An incomplete attempt
If $A$ is dense in $B$, we can approximate the members of $B$ arbitrarily well with elements of $A$. In other words, for every $b \in B$ and $\varepsilon > 0$ there exists an $a = a(\varepsilon) \in A$, for which $\Vert b - a(\varepsilon)\Vert < \varepsilon$.
''$\subseteq$''
Now let $x \in \overline A$, meaning either $x \in A$, or $x$ is an accumulation point of $A$. Every element of $A$ is contained in $B$, so we only need to worry about the accumulation points.
Let $x_a$ then be an arbitrary accumulation point of $A$. Therefore there exists a sequence $(x_n) \subset A$, that converges towards $x_a$. But as each $x_n \in A$, and $A$ is dense in $B$, each $x_n$ is arbitrarily close to a certain $b_n \in B$. Then the norm $\Vert b_n - x_n \Vert < \varepsilon$.

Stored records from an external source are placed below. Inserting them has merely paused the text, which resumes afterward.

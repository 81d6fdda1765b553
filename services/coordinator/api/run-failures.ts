import type { LeftOut } from '../../../shared/contract/plan.ts';
import { findJson } from '../../../shared/store/artefact-reader.ts';
import type { Store } from '../../../shared/store/store.ts';
import type { RunRecord } from '../run-record.ts';
import type { Failures } from './schemas.ts';
import { jobPath, jobStatusOf } from './status-info.ts';

/** What a run has set aside: from its failures.json, or from its events while it is on its way. */
export async function failuresOf(record: RunRecord, store: Store): Promise<Failures> {
  const { failures, notes } = record.state === 'running' ? await soFar(record, store) : await atTheEnd(record, store);
  const self = jobPath(record.id);
  return {
    jobID: record.id,
    status: jobStatusOf(record),
    failures: failures.map(shown),
    notes: notes.map(shown),
    links: [
      { href: `${self}/failures`, rel: 'self', type: 'application/json' },
      { href: self, rel: 'up', type: 'application/json', title: 'the run' },
    ],
  };
}

interface Sorted {
  readonly failures: readonly LeftOut[];
  readonly notes: readonly LeftOut[];
}

async function atTheEnd({ id }: RunRecord, store: Store): Promise<Sorted> {
  // A run that failed before it could leave the file has set nothing aside.
  return (await findJson<Sorted>(store, `runs/${id}/failures.json`)) ?? { failures: [], notes: [] };
}

async function soFar({ id }: RunRecord, store: Store): Promise<Sorted> {
  const bytes = await store.get(`runs/${id}/events.ndjson`);
  const found = new Map<string, LeftOut>();
  for (const line of Buffer.from(bytes ?? [])
    .toString('utf8')
    .split('\n')) {
    const event = parsed(line);
    // A run that goes on under its id after a stop counts anew.
    if (event?.event === 'end') found.clear();
    if (event?.event === 'left-out') found.set(`${event.kind} ${event.id}`, event);
  }
  const all = [...found.values()];
  return { failures: all.filter(({ gap }) => gap), notes: all.filter(({ gap }) => !gap) };
}

/** A line of the log; null for one that a crash has cut. */
function parsed(line: string): (LeftOut & { readonly event: string }) | null {
  try {
    return JSON.parse(line);
  } catch {
    return null;
  }
}

function shown({ kind, id, gap, error }: LeftOut): Failures['failures'][number] {
  const { code, message, remedy, retryable, parameters } = error;
  return { kind, id, gap, error: { code, message, remedy, retryable, parameters: { ...parameters } } };
}
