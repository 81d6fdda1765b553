import { mkdir, writeFile } from 'node:fs/promises';
import { join } from 'node:path';
import { pathToFileURL } from 'node:url';
import { afterEach, beforeEach, describe, expect, it } from 'vitest';
import { linksOfResults } from '../../../services/coordinator/api/result-links.ts';
import { failures, problem, processDescription, results } from '../../../services/coordinator/api/schemas.ts';
import { BasinloomError } from '../../../shared/contract/errors.ts';
import { LocalStore } from '../../../shared/store/local-store.ts';
import { type ApiServer, apiServer } from '../../support/api-server.ts';

// Clauses are those of OGC API - Processes - Part 1: Core, OGC 18-062r2.
const OGC = 'http://www.opengis.net/def/exceptions/ogcapi-processes-1/1.0';

let server: ApiServer;
beforeEach(async () => {
  server = await apiServer();
});
afterEach(() => server.close());

const json = async (path: string) => (await server.fetch(path)).json();
const counts = (total: number, done: number, kept = 0, setAside = 0) => ({ total, done, kept, setAside });

describe('results', () => {
  const put = async (key: string, text = '') => {
    const file = join(server.runs.store, key);
    await mkdir(join(file, '..'), { recursive: true });
    await writeFile(file, text);
  };

  it('are not ready, not available, or failed, as the standard says', async () => {
    server.runs.add('live');
    server.runs.add('stopped', { state: 'stopped' });
    const error = new BasinloomError('RASTER_CORRUPT', { file: 'a.tif', place: 'block 1', detail: 'x' }).toRecord();
    server.runs.add('failed', { state: 'failed', error });
    const of = async (id: string) => {
      const answer = await server.fetch(`/jobs/${id}/results`);
      expect(answer.headers.get('content-type')).toMatch(/^application\/problem\+json/);
      return { ...problem.parse(await answer.json()), status: answer.status };
    };
    // /req/core/job-results-exception/results-not-ready: 404 and this type
    expect(await of('live')).toMatchObject({ status: 404, type: `${OGC}/result-not-ready`, code: 'RESULTS_NOT_READY' });
    // The later edition's /req/core/job-results-exception/results-not-available: 404 and this type
    expect(await of('stopped')).toMatchObject({ status: 404, type: `${OGC}/result-not-available` });
    // /req/core/job-results-failed: a status that corresponds to the reason
    expect(await of('failed')).toMatchObject({ status: 422, code: 'RASTER_CORRUPT', detail: error.message });
  });

  it('link to what the store holds', async () => {
    server.runs.add('r1', { state: 'complete' });
    const keys = [
      'report.html',
      'products/collection.json',
      'products/2025-06/et-period.tif',
      'products/2025-06/item.json',
      'tables/zones.csv',
      'tables/seams.csv',
      'runs/r1/failures.json',
      'runs/r1/lineage.json',
      'runs/other/lineage.json',
    ];
    for (const key of keys) await put(key);
    // /req/core/job-results-async-document: the document results.yaml, outputs by name
    const document = results.parse(await json('/jobs/r1/results'));
    const address = (key: string) => pathToFileURL(join(server.runs.store, key)).href;
    expect(document).toMatchObject({
      report: { href: address('report.html'), type: 'text/html' },
      collection: { href: address('products/collection.json'), type: 'application/json' },
      products: [{ href: address('products/2025-06/et-period.tif') }],
      tables: [{ href: address('tables/seams.csv') }, { href: address('tables/zones.csv') }],
      failures: { href: address('runs/r1/failures.json') },
      lineage: { href: address('runs/r1/lineage.json') },
    });
    const described = processDescription.parse(await json('/processes/basin-run'));
    expect(Object.keys(described.outputs).sort()).toEqual(Object.keys(document).sort());
  });

  it('lie where the store lies', async () => {
    await put('report.html');
    const links = await linksOfResults('r1', 's3://bucket/prefix/', new LocalStore(server.runs.store));
    expect(links.report).toMatchObject({ href: 's3://bucket/prefix/report.html' });
    expect(links).not.toHaveProperty('lineage');
  });
});

describe('failures', () => {
  const leftOut = (id: string, gap: boolean) => ({
    kind: 'tile' as const,
    id,
    gap,
    error: new BasinloomError('RASTER_TRUNCATED', { file: `${id}.tif`, place: 'block 1' }).toRecord(),
  });
  const read = async (id: string) => failures.strict().parse(await json(`/jobs/${id}/failures`));
  const ids = (entries: readonly { id: string }[]) => entries.map(({ id }) => id);

  it('of a run that has ended are those of its failures.json', async () => {
    server.runs.add('r1', { state: 'complete-with-gaps' });
    const file = {
      run: 'r1',
      state: 'complete-with-gaps',
      failures: [leftOut('a', true)],
      notes: [leftOut('b', false)],
    };
    await new LocalStore(server.runs.store).put('runs/r1/failures.json', Buffer.from(JSON.stringify(file)));
    expect(await read('r1')).toMatchObject({
      jobID: 'r1',
      status: 'successful',
      failures: file.failures,
      notes: file.notes,
    });
  });

  it('of a run on its way are those of its events, of its present life', async () => {
    server.runs.add('r1', { stages: { prepare: counts(2, 0) } });
    const store = new LocalStore(server.runs.store);
    const event = (name: string, fields: object = {}) => `${JSON.stringify({ time: 'now', event: name, ...fields })}\n`;
    const lines = [
      event('left-out', leftOut('earlier', true)),
      event('end', { state: 'stopped' }),
      event('stage', { stage: 'prepare', total: 2 }),
      event('left-out', leftOut('a', true)),
      event('left-out', leftOut('a', true)),
      event('left-out', leftOut('b', false)),
      '{"time":"now","event":"left-o',
    ];
    await store.append('runs/r1/events.ndjson', Buffer.from(lines.join('')));
    const found = await read('r1');
    expect([ids(found.failures), ids(found.notes)]).toEqual([['a'], ['b']]);
    expect(found.failures[0].error.code).toBe('RASTER_TRUNCATED');
  });

  it('are none where nothing was left', async () => {
    server.runs.add('r1', { state: 'failed' });
    expect(await read('r1')).toMatchObject({ status: 'failed', failures: [], notes: [] });
  });
});
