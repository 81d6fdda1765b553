import { symlink, writeFile } from 'node:fs/promises';
import { join } from 'node:path';
import { afterEach, beforeEach, describe, expect, it } from 'vitest';
import { SMALLEST_BASIN_FILE } from '../../../infra/docs/basin-file-page.ts';
import { type ApiServer, apiServer, EXECUTION, problemIn, TOKEN } from '../../support/api-server.ts';

let server: ApiServer;
beforeEach(async () => {
  server = await apiServer();
});
afterEach(() => server.close());

const inputs = () => ({ inputs: { basinFile: join(server.root, 'basin.yaml') } });
const post = (authorization?: string) =>
  server.fetch(EXECUTION, {
    method: 'POST',
    headers: { 'content-type': 'application/json', ...(authorization !== undefined && { authorization }) },
    body: JSON.stringify(inputs()),
  });

describe('the token', () => {
  it('is asked for by every request that changes something', async () => {
    server.runs.add('r1');
    const changes = [
      ['POST', EXECUTION],
      ['DELETE', '/jobs/r1'],
      ['POST', '/jobs/r1/rerun'],
    ];
    for (const [method, path] of changes) {
      const answer = await server.fetch(path, { method });
      expect(await problemIn(answer, 401)).toMatchObject({ code: 'TOKEN_WRONG' });
      // RFC 9110, section 15.5.2: a 401 has a WWW-Authenticate header; RFC 6750: of the scheme Bearer.
      expect(answer.headers.get('www-authenticate')).toMatch(/^Bearer /);
    }
    expect(server.runs.started).toEqual([]);
    expect((await server.runs.get('r1')).record.state).toBe('running');
  });

  it('must be the right one, whole', async () => {
    const wrong = [
      'Bearer wrong',
      `Bearer ${TOKEN}x`,
      `Bearer ${TOKEN.slice(0, -1)}`,
      `Basic ${TOKEN}`,
      TOKEN,
      'Bearer',
      '',
    ];
    for (const authorization of wrong) await problemIn(await post(authorization), 401);
    expect((await post(`Bearer ${TOKEN}`)).status).toBe(201);
    expect((await post(`bearer ${TOKEN}`)).status).toBe(201);
  });

  it('is not needed to look', async () => {
    for (const path of ['/', '/conformance', '/processes', '/jobs'])
      expect((await server.fetch(path)).status).toBe(200);
  });

  it('that is not configured means that nothing can be changed', async () => {
    const closed = await apiServer({ token: undefined });
    try {
      const members = await problemIn(await closed.send('POST', EXECUTION, inputs()), 403);
      expect(members).toMatchObject({ code: 'TOKEN_NOT_SET', remedy: expect.stringContaining('BASINLOOM_TOKEN') });
      const empty = await closed.fetch(EXECUTION, { method: 'POST', headers: { authorization: 'Bearer ' } });
      await problemIn(empty, 403);
      expect(closed.runs.started).toEqual([]);
    } finally {
      await closed.close();
    }
  });

  it('never shows in the log', async () => {
    await post(`Bearer ${TOKEN}`);
    await post('Bearer another-secret');
    await server.send('POST', EXECUTION, '{ broken');
    expect(server.log()).toContain('"status":201');
    expect(server.log()).toContain('"status":401');
    expect(server.log()).not.toContain(TOKEN);
    expect(server.log()).not.toContain('another-secret');
  });
});

describe('bodies', () => {
  it('of more than 256 KiB are refused, announced or not', async () => {
    const large = JSON.stringify({ inputs: { basinFile: 'x'.repeat(256 * 1024) } });
    expect(await problemIn(await server.send('POST', EXECUTION, large), 413)).toMatchObject({ code: 'REQUEST_SIZE' });
    const chunked = await server.fetch(EXECUTION, {
      method: 'POST',
      headers: { authorization: `Bearer ${TOKEN}`, 'content-type': 'application/json' },
      body: new Blob([large]).stream(),
      duplex: 'half',
    } as RequestInit);
    await problemIn(chunked, 413);
    expect(server.runs.started).toEqual([]);
  });

  it('that are not JSON are refused', async () => {
    expect(await problemIn(await server.send('POST', EXECUTION, '{"inputs": '), 400)).toMatchObject({
      code: 'REQUEST_SYNTAX',
    });
    await problemIn(await server.send('POST', EXECUTION, '{"__proto__": {"x": 1}, "inputs": {}}'), 400);
    for (const type of ['text/plain', 'application/x-www-form-urlencoded', 'application/xml']) {
      const headers = { authorization: `Bearer ${TOKEN}`, 'content-type': type };
      const answer = await server.fetch(EXECUTION, { method: 'POST', headers, body: JSON.stringify(inputs()) });
      expect(await problemIn(answer, 415)).toMatchObject({ code: 'REQUEST_TYPE' });
    }
  });

  it('with an unknown name are refused with the name that was surely meant', async () => {
    const { basinFile } = inputs().inputs;
    const of = async (body: unknown) => (await problemIn(await server.send('POST', EXECUTION, body), 400)).detail;
    expect(await of({ inputs: { basinfile: basinFile } })).toContain('"basinfile"; did you mean "basinFile"?');
    expect(await of({ input: {} })).toContain('unknown name "input"; did you mean "inputs"?');
    expect(await of({ ...inputs(), subscriber: {} })).toContain('unknown name "subscriber"');
  });

  it('with a wrong or missing value are refused, and all that is wrong is told', async () => {
    const of = async (body: unknown) => problemIn(await server.send('POST', EXECUTION, body), 400);
    expect((await of({ inputs: {} })).detail).toBe('body.inputs.basinFile: is missing');
    expect((await of('')).detail).toBe('body: is missing');
    expect((await of([])).detail).toBe('body: expected object, received array');
    expect((await of({ inputs: { basinFile: '' } })).code).toBe('REQUEST_VALUE');
    const { errors } = await of({ inputs: { basinFile: 1, set: { 'grid.tile': 256 }, where: 'x' } });
    expect(errors?.map(({ code, detail }) => [code, detail.split(':')[0]]).sort()).toEqual([
      ['REQUEST_KEY', 'body.inputs'],
      ['REQUEST_VALUE', 'body.inputs.basinFile'],
      ['REQUEST_VALUE', 'body.inputs.set.grid.tile'],
    ]);
  });
});

describe('places that a request names', () => {
  const codeOf = async (given: Record<string, unknown>, status = 403) =>
    (await problemIn(await server.send('POST', EXECUTION, { inputs: { ...inputs().inputs, ...given } }), status)).code;

  it('lie in the roots: no traversal, no link out, no NUL', async () => {
    await symlink(server.outside, join(server.root, 'link'));
    expect(await codeOf({ basinFile: `${server.root}/../data-evil/basin.yaml` })).toBe('PATH_OUTSIDE');
    expect(await codeOf({ basinFile: join(server.outside, 'basin.yaml') })).toBe('PATH_OUTSIDE');
    expect(await codeOf({ basinFile: join(server.root, 'link/basin.yaml') })).toBe('PATH_OUTSIDE');
    expect(await codeOf({ basinFile: `${server.root}/basin.yaml\0` })).toBe('PATH_OUTSIDE');
    expect(await codeOf({ out: '/tmp' })).toBe('PATH_OUTSIDE');
    expect(await codeOf({ out: join(server.root, 'link') })).toBe('PATH_OUTSIDE');
    expect(await codeOf({ set: { 'region.boundary': '/etc/passwd' } })).toBe('PATH_OUTSIDE');
    expect(server.runs.started).toEqual([]);
  });

  it('are no addresses outside the list, above all none of this network', async () => {
    for (const out of ['http://169.254.169.254/latest/meta-data/', 'http://localhost:6379/', 's3://bucket/x']) {
      expect(await codeOf({ out })).toBe('URL_OUTSIDE');
      expect(await codeOf({ set: { 'scenes.0.path': out } })).toBe('URL_OUTSIDE');
    }
    expect(await codeOf({ basinFile: 'file:///etc/passwd' })).toBe('URL_OUTSIDE');
    expect(server.runs.started).toEqual([]);
  });

  it('and basin files that are missing or wrong are 422', async () => {
    expect(await codeOf({ basinFile: join(server.root, 'missing.yaml') }, 422)).toBe('BASIN_FILE_MISSING');
    await writeFile(join(server.root, 'bad.yaml'), `${SMALLEST_BASIN_FILE}terain: dem.tif\n`);
    expect(await codeOf({ basinFile: join(server.root, 'bad.yaml') }, 422)).toBe('BASIN_FILE_KEY');
  });
});

describe('addresses and methods', () => {
  it('that are not there are 404, other methods 405 with Allow', async () => {
    expect(await problemIn(await server.fetch('/nothing'), 404)).toMatchObject({ code: 'REQUEST_ADDRESS' });
    expect(await problemIn(await server.send('GET', '/processes/other'), 404)).toMatchObject({
      code: 'PROCESS_NOT_FOUND',
      // OGC 18-062r2, /req/core/process-exception/no-such-process
      type: 'http://www.opengis.net/def/exceptions/ogcapi-processes-1/1.0/no-such-process',
    });
    for (const [method, path, allow] of [
      ['PUT', '/jobs/x', 'GET, HEAD, DELETE'],
      ['PATCH', '/', 'GET, HEAD'],
      ['GET', EXECUTION, 'POST'],
      ['DELETE', '/jobs', 'GET, HEAD'],
      ['OPTIONS', '/jobs', 'GET, HEAD'],
    ]) {
      const answer = await server.send(method, path);
      expect(await problemIn(answer, 405)).toMatchObject({ code: 'REQUEST_METHOD' });
      // RFC 9110, section 15.5.6
      expect(answer.headers.get('allow')).toBe(allow);
      expect(answer.headers.get('access-control-allow-origin')).toBeNull();
    }
  });

  it('are compared as they come: no decoding leads past a route', async () => {
    for (const path of ['/jobs/%zz', '/jobs/..%2f..%2fetc', '/jobs/%00', `/jobs/${'x'.repeat(5000)}`]) {
      const answer = await server.fetch(path);
      expect([400, 404, 414], path).toContain(answer.status);
      await problemIn(answer, answer.status);
    }
  });

  it('with unknown or wrong parameters are 400', async () => {
    const of = async (query: string) => (await problemIn(await server.fetch(`/jobs?${query}`), 400)).detail;
    expect(await of('limt=3')).toContain('did you mean "limit"?');
    for (const query of ['limit=0', 'limit=1001', 'limit=x', 'limit=1.5', 'status=done', 'after=nobody']) {
      expect(await of(query)).toMatch(/^query\./);
    }
  });
});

Therefore the sequence $(b_n) \to x_a$ as well, making $x_a$ an accumulation point of $B$, as well as $A$. As $B$ is closed, it contains all of its accumulation points, resulting in $\overline A \subseteq B$.
''$\supseteq$''
Let $y\in B$. As $B$ is closed, it contains all of its accumulation points $x_b$, and we can find a sequences $(b_n)$ that converge toward said points. We also know that $A \subseteq B$, so every $a \in A$ is also in $B$.
But then what? I can't immediately think of a way to include $B$ in the closure $\overline A$ with these facts.
$\bar A \supset B$: Consider an arbitrary $y$ in $B$. In the case that $y \in A$, we are done. Otherwise, $A$ is dense in $B$, so for every $\epsilon > 0$, there exists an $x \in A$ with $\|x - y\| < \epsilon$. Thus, for $n = 1,2,3,\dots$, we may select an element $x_n \in A$ such that $\|x_n - y\| < 1/n$.
We see that $(x_n)$ is a sequence converging to $y$, which means that $y$ is an accumulation point of $A$. Thus, $y \in \bar A$.